Please quote exactly the lines below from the line containing "requireFolder(t, dir, func()" to the line containing "r := rand.New(rand.NewPCG(5, 5))", both lines included, and nothing else.

━━━━━━━━

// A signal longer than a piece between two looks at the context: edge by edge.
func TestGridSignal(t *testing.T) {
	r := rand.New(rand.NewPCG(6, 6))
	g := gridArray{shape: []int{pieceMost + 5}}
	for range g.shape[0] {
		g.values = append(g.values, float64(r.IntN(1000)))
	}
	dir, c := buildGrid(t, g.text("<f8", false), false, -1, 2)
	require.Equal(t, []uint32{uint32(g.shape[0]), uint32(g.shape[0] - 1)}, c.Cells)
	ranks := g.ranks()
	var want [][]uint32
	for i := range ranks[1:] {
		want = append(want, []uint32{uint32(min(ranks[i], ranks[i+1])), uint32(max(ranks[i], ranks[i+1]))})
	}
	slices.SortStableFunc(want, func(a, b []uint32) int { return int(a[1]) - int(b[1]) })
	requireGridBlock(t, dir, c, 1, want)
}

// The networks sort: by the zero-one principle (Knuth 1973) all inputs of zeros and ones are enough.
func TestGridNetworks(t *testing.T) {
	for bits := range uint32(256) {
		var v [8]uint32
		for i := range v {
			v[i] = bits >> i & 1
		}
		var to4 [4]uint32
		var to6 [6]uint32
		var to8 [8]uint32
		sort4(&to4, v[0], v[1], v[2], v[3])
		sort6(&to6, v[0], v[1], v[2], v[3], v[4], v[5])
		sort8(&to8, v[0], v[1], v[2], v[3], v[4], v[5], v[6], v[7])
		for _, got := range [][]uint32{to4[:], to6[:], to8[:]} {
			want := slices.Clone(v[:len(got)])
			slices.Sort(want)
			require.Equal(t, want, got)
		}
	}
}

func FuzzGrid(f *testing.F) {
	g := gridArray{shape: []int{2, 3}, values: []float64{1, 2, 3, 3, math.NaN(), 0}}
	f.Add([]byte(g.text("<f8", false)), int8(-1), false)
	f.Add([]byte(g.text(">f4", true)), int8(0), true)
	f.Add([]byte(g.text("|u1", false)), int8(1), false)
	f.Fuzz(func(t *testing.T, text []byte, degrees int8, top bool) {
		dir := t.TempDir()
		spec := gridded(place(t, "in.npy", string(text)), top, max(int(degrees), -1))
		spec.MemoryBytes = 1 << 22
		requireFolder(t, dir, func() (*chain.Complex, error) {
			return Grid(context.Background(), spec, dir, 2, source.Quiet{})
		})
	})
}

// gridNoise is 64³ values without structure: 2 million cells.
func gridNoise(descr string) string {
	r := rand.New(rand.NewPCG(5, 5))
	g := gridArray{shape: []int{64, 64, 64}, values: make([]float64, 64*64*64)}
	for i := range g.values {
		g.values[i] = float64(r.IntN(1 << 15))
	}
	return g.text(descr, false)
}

━━━━━━━━

> _Finished task_
		requireFolder(t, dir, func() (*chain.Complex, error) {
			return Grid(context.Background(), spec, dir, 2, source.Quiet{})
		})
	})
}

// gridNoise is 64³ values without structure: 2 million cells.
func gridNoise(descr string) string {
	r := rand.New(rand.NewPCG(5, 5))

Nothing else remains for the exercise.